US President Barack Obama and French counterpart Francois Hollande voiced staunch support for their close ally.

"Our hearts go out to those who may have been injured. It's still an active situation, and Germany's one of our closest allies, so we are going to pledge all the support that they may need in dealing with these circumstances," Obama said.

Austria said it has "significantly" tightened security measures in states sharing a border with Germany and put its elite Cobra police force on high alert.

- String of attacks -

The Munich mall is located near the stadium for the 1972 Olympics and the athletes' village which was the site of the hostage-taking and massacre of Israeli athletes by the Palestinian Black September group during the Games.

The shooting coincides with the fifth anniversary of the the massacre of 77 people in Norway by rightwing fanatic Anders Behring Breivik.

It also comes just days after a teenage asylum seeker went on a rampage with an axe and a knife on a regional train on Monday near Wuerzburg, also in Bavaria, injuring five people.

De Maiziere had said the teenager was believed to be a "lone wolf" who appeared to have been "inspired" by IS but was not a member of the jihadist network.

The train rampage triggered calls by politicians in Bavaria to impose an upper limit on the number of refugees coming into Germany -- many of them via the southern state.

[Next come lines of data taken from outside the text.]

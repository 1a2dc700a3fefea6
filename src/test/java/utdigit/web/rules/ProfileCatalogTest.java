package utdigit.web.rules;

import static org.assertj.core.api.Assertions.assertThat;
import static org.assertj.core.api.Assertions.assertThatThrownBy;
import static org.assertj.core.api.Assertions.catchThrowableOfType;

import java.io.IOException;
import java.nio.charset.StandardCharsets;
import java.nio.file.Files;
import java.nio.file.Path;
import java.security.MessageDigest;
import java.util.HexFormat;
import java.util.List;
import org.junit.jupiter.api.DisplayName;
import org.junit.jupiter.api.Nested;
import org.junit.jupiter.api.Test;
import org.junit.jupiter.api.io.TempDir;
import utdigit.core.rules.Comparison;
import utdigit.core.rules.Condition;
import utdigit.core.rules.RequirementProfile;
import utdigit.core.rules.Rule;
import utdigit.core.rules.VerificationStatus;
import utdigit.core.sheets.SheetMetrics;
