package utdigit.core.common;

import java.util.ArrayList;
import java.util.Collection;
import java.util.LinkedHashMap;
import java.util.List;
import java.util.Map;
import java.util.Objects;

/**
 * Where a formula or a value of an answer comes from: what it is for and the id of its entry in
 * the reference catalogue ({@link Sources}).
 *
 * @param topic what the reference is for (e.g. "near field length")
 * @param id the catalogue id of the source
 */
public record Reference(String topic, String id) {
    public Reference {
        Objects.requireNonNull(topic, "topic");
        Objects.requireNonNull(id, "id");
    }

    public static Reference of(String topic, Source source) {
        return new Reference(topic, source.id());
    }

    /**
     * One reference per source, in the order of first citation, its topics joined with "; ": an
     * answer that gathers several calculations (a technique sheet) cites each source once.
     */
    public static List<Reference> groupedById(Collection<Reference> references) {
        Map<String, List<String>> topics = new LinkedHashMap<>();
        for (Reference r : references) {
            List<String> t = topics.computeIfAbsent(r.id(), k -> new ArrayList<>());
            if (!t.contains(r.topic())) {
                t.add(r.topic());
            }
        }
        List<Reference> grouped = new ArrayList<>(topics.size());
        topics.forEach((id, t) -> grouped.add(new Reference(String.join("; ", t), id)));
        return grouped;
    }
}
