package utdigit.core.common;

/**
 * Floors below which a model's level or fraction means nothing to a reader: the Gaussian pulse
 * model's spectrum falls without limit (-1573 dB, 7.8e-160 of the energy), while any real probe,
 * instrument noise and the converter's own range end tens of dB higher. Such values are reported at
 * the floor: a level of at most {@link #LEVEL_FLOOR_DB} dB as that level, a fraction of at most
 * {@link #FRACTION_FLOOR} as that fraction (common practice, no published source: -200 dB is far
 * below the dynamic range of any digitizer of 32 bits, 193 dB).
 */
public final class ReportingFloors {
    private ReportingFloors() {}

    /** The lowest level reported, dB. */
    public static final double LEVEL_FLOOR_DB = -200.0;
    /** The smallest fraction reported. */
    public static final double FRACTION_FLOOR = 1e-20;

    /** A level, at most down to the floor; null stays null. */
    public static Double level(Double levelDb) {
        return levelDb == null ? null : Math.max(levelDb, LEVEL_FLOOR_DB);
    }

    /** A fraction, at least the floor; null stays null. */
    public static Double fraction(Double fraction) {
        return fraction == null ? null : Math.max(fraction, FRACTION_FLOOR);
    }
}
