package utdigit.core.common;

/**
 * The kinds of failure the core reports. Each constant has one message pattern
 * ({@link String#format} style) and one category that the web layer maps to one problem type.
 */
public enum CalculationError {
    /** An input is outside the domain of a formula (the web layer checks ranges first). */
    INVALID_INPUT(Category.INVALID_INPUT, "%s (%s) %s"),
    /** Inputs are valid one by one but cannot hold together physically or logically. */
    IMPOSSIBLE_COMBINATION(Category.IMPOSSIBLE, "%s"),
    /** An input that does not apply to the chosen technique or option. */
    NOT_APPLICABLE(Category.INVALID_INPUT, "%s");

    /** How a caller should read the failure. */
    public enum Category {
        /** Bad input: HTTP 400. */
        INVALID_INPUT,
        /** Inputs impossible together: HTTP 422. */
        IMPOSSIBLE
    }

    private final Category category;
    private final String pattern;

    CalculationError(Category category, String pattern) {
        this.category = category;
        this.pattern = pattern;
    }

    public Category category() {
        return category;
    }

    public String format(Object... args) {
        return String.format(java.util.Locale.ROOT, pattern, args);
    }
}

A record 1.1 million migrants and refugees were let in to Germany last year, with Syrians making up the largest group followed by Afghans.

The mall shooting came just eight days after 31-year-old Mohamed Lahouaiej Bouhlel used a truck to mow down 84 people, including children, in the French Riviera city of Nice.

It was the third major attack on French soil in the past 18 months.
In March, IS claimed suicide bombings at Brussels airport and a city metro station that left 32 people dead.

In May, a mentally unstable 27-year-old man carried out a knife attack on a regional train in Bavaria, killing one person and injuring three others.